/airflow-kpi-insertion-pipeline

The script automates the collection and insertion of KPIs related to transaction time and storage usage in a Data Warehouse, using Apache Airflow. It calculates the time elapsed since the last transaction and the percentage of storage usage, recording this data periodically in specific tables.

Primary LanguagePython

Automated KPI Data Insertion for Data Warehouse Using Apache Airflow

Overview

This project implements an Apache Airflow DAG to automate the insertion of Key Performance Indicators (KPIs) into a Data Warehouse. The DAG retrieves metrics such as transaction times and storage usage from various systems and inserts them into specific tables for ongoing analysis and monitoring. By automating this process, the pipeline ensures regular updates and provides timely data for reporting and decision-making.

Problem Description

In data engineering, Data Warehouses store vast amounts of data originating from various systems. It is crucial to maintain accurate and up-to-date KPIs, such as transaction times and storage utilization. Manual updates of such metrics can lead to errors and inefficiencies, making it unsustainable as the data grows in volume and complexity. By leveraging Apache Airflow, this project ensures that these metrics are collected, transformed, and loaded automatically and consistently.

Objective

The objective of this project is to:

  • Automate the insertion of KPI data related to transaction times and storage usage into a Data Warehouse.
  • Ensure regular, timely updates of these KPIs for monitoring and performance analysis.

Prerequisites

  • Python 3.7+: Ensure Python 3.7 or later is installed.
  • Apache Airflow 2.7+: Install and configure Apache Airflow 2.7 or later. Refer to the Airflow installation guide.
  • PostgreSQL 12+: Set up a PostgreSQL 12 or later database with connection details configured in Airflow.
  • Airflow Connection: Configure a PostgreSQL connection in Airflow with the ID data_warehouse_conn_id.

Installation

1. Clone the repository: To set up and use this DAG in your Airflow instance, follow these steps:

git clone https://github.com/nathadriele/airflow-kpi-insertion-pipeline.git
cd airflow-kpi-insertion-pipeline

2. Copy the DAG to Airflow's DAGs Directory:

cp airflow-kpi-insertion-pipeline/dags/kpi_data_insertion_dag.py $AIRFLOW_HOME/dags/

3. Configure Airflow Environment and Connections:

  • Ensure the PostgreSQL connection is set up in Airflow:
    • Connection ID: data_warehouse_conn_id.
    • Add the required credentials (host, database, user, password, and port) in Airflow's UI under Admin > Connections.

Code Explanation

DAG Configuration

The DAG defined in this project is scheduled to run every hour (0 * * * *), ensuring regular updates of KPI data. The key tasks include:

  • Inserting Transaction KPI Data: This task calculates and inserts the elapsed transaction time from multiple systems.
  • Inserting Storage Usage KPI Data: This task monitors storage utilization and inserts usage percentages into the Data Warehouse.

DAG Tasks

  • insert_kpi_transaction_data: This Python function extracts the most recent transaction times from various systems and calculates the elapsed time in minutes. The results are inserted into the data_warehouse.load_times table.
  • insert_kpi_storage_usage: This function calculates the percentage of used storage compared to the available capacity. The data is inserted into the data_warehouse.storage_usage table for monitoring purposes.
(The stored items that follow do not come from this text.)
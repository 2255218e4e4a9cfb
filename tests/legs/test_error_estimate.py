"""The reported ``maxwell.error`` against the true error, for which the closed form stands in.

Both routes are in double precision: beside the estimate, 2e-10 of the sizes along the leg is allowed for
rounding (a leg of no length is measured against a thousandth of R).
Legs that keep away from saturation, where nothing but the quadrature is at work.
"""

import numpy as np
import pytest
from hypothesis import given, settings
from random_legs import KINDS, legs
from solving import solve

ROUNDING = 2e-10


@pytest.mark.parametrize("kind", KINDS)
def test_error_bounds_the_true_error(kind):
    @settings(max_examples=25, deadline=None, derandomize=True)
    @given(legs((kind,), ("vapour", "supercritical")))
    def holds(random):
        solution = random.solve()
        if solution is None or len(solution.pieces("a")) > 1:
            return
        maxwell = solution.legs["a"].maxwell
        assert maxwell.closure <= maxwell.error + ROUNDING
        assert maxwell.error < 1e-6

    holds()


def test_error_bounds_the_true_error_over_many_lanes():
    """4000 starts from dilute gas to dense fluid, seeded; supercritical, so that no leg meets the dome."""
    rng = np.random.default_rng(20)
    n = 4000
    lanes = {
        "start.T": rng.uniform(320.0, 700.0, n),
        "start.p": 7.3773e6 * 10.0 ** rng.uniform(-3.0, 1.0, n),
        "a.p": 10.0 ** rng.uniform(-1.0, 1.0, n),
    }
    legs_ = "name: a, path: isothermal, to: {p: {ratio: 2}}"
    solution = solve("substance: carbon-dioxide, equation: soave", "T: 400 K, p: 1 bar", legs_, lanes=lanes)
    maxwell = solution.legs["a"].maxwell
    assert solution.ok.all()
    assert (maxwell.closure <= maxwell.error + ROUNDING).all()
    assert np.median(maxwell.error) < 1e-11
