"""Every leg kind into, through, out of and inside the two-phase region, cut into the right pieces."""

import numpy as np
import pytest
from dome_cases import ALL, EQUATIONS, LEGS, SUBSTANCES, saturation, solved
from solving import R, failed_checks, solve

pytestmark = pytest.mark.parametrize("equation", EQUATIONS)


@pytest.mark.parametrize(("name", "substance"), ALL)
def test_pieces(name, substance, equation):
    """Phases in order; pieces add up; the self-checks pass."""
    solution = solved(name, substance, equation)
    leg, pieces = solution.legs["a"], solution.pieces("a")
    assert tuple(piece["phase"] for piece in pieces) == LEGS[name][3]
    a, b = solution.states["start"], solution.states["a"]
    R_mass = R / solution.path.model.M
    assert sum(piece["ds"] for piece in pieces) == pytest.approx(leg.delta.s, abs=1e-12 * R_mass)
    assert sum(piece["dh"] for piece in pieces) == pytest.approx(leg.delta.h, abs=1e-12 * R_mass * a.T)
    assert leg.delta.s == pytest.approx(b.s - a.s, abs=1e-10 * R_mass)
    assert leg.delta.h == pytest.approx(b.h - a.h, abs=1e-10 * R_mass * a.T)
    assert failed_checks(solution) == []


@pytest.mark.parametrize("substance", SUBSTANCES)
def test_latent_heat_is_clapeyrons(substance, equation):
    """h_v - h_l = T (dp/dT) (v_v - v_l), with dp/dT by differences of saturation pressures.

    Central differences of fourth order over 1e-3 of T: their error is below 1e-9.
    """
    solution = solved("isobaric from one edge to the other", substance, equation)
    T, _ = saturation(substance, equation)
    step = 1e-3 * T
    at = T + step * np.array([-2.0, -1.0, 1.0, 2.0])
    lines = solve(
        f"substance: {substance}, equation: {equation}",
        f"T: {T!r} K, x: 0",
        "name: a, path: isothermal, to: {x: 1}",
        lanes={"start.T": at},
    )
    p = lines.states["start"].p
    slope = (p[0] - 8.0 * p[1] + 8.0 * p[2] - p[3]) / (12.0 * step)
    liquid, vapour = solution.states["start"], solution.states["a"]
    assert (liquid.x, vapour.x) == (0.0, 1.0)
    clapeyron = T * slope * (vapour.v - liquid.v)
    (piece,) = solution.pieces("a")
    assert piece["dh"] == pytest.approx(clapeyron, rel=1e-8)
    assert vapour.h - liquid.h == pytest.approx(clapeyron, rel=1e-8)
    assert piece["ds"] == pytest.approx(clapeyron / T, rel=1e-8)
    assert solution.legs["a"].heat == pytest.approx(T * (vapour.s - liquid.s), rel=1e-9)


@pytest.mark.parametrize("substance", SUBSTANCES)
def test_inside_the_dome_p_and_T_stay_together(substance, equation):
    """An isobar inside is an isotherm; quality weighs v, h and s."""
    solution = solved("isobaric inside", substance, equation)
    edges = solved("isobaric from one edge to the other", substance, equation)
    low, high = edges.states["start"], edges.states["a"]
    for name, x in (("start", 0.2), ("a", 0.7)):
        state = solution.states[name]
        assert state.phase == "two-phase"
        assert state.x == pytest.approx(x, rel=1e-12)
        assert state["T"] == pytest.approx(low.T, rel=1e-11)
        for key in ("v", "h", "s", "u"):
            assert state[key] == pytest.approx((1.0 - x) * low[key] + x * high[key], rel=1e-9)
    assert solution.legs["a"].heat == pytest.approx(0.5 * (high.h - low.h), rel=1e-9)


@pytest.mark.parametrize("substance", SUBSTANCES)
def test_evaporation_by_two_ways(substance, equation):
    """From compressed liquid to dry vapour along the isotherm, and along isobars either side: one ds."""
    isotherm = solved("isothermal through", substance, equation)
    T, p = saturation(substance, equation)
    way = solve(
        f"substance: {substance}, equation: {equation}",
        f"T: {T!r} K, p: {1.5 * p!r} Pa",
        "name: a, path: isobaric, to: {T: {ratio: 1.2}}",
        f"name: b, path: isothermal, to: {{p: {0.3 * p!r} Pa}}",
        "name: c, path: isobaric, to: {T: {same_as: start}}",
    )
    total = sum(leg.delta.s for leg in way.legs.values())
    assert total == pytest.approx(isotherm.legs["a"].delta.s, rel=1e-9)
    assert failed_checks(way) == []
Contribution to Data Engineering

This project demonstrates key concepts in Data Engineering, including:

  • Automated ETL (Extract, Transform, Load): A fully automated pipeline for collecting KPIs, transforming them, and loading them into a Data Warehouse.
  • Airflow DAG Management: How to use Apache Airflow for orchestrating ETL jobs, which is an industry standard for data engineering workflows.
  • Data Quality: Ensures that KPIs are inserted correctly and at regular intervals, supporting accurate and timely data for decision-making.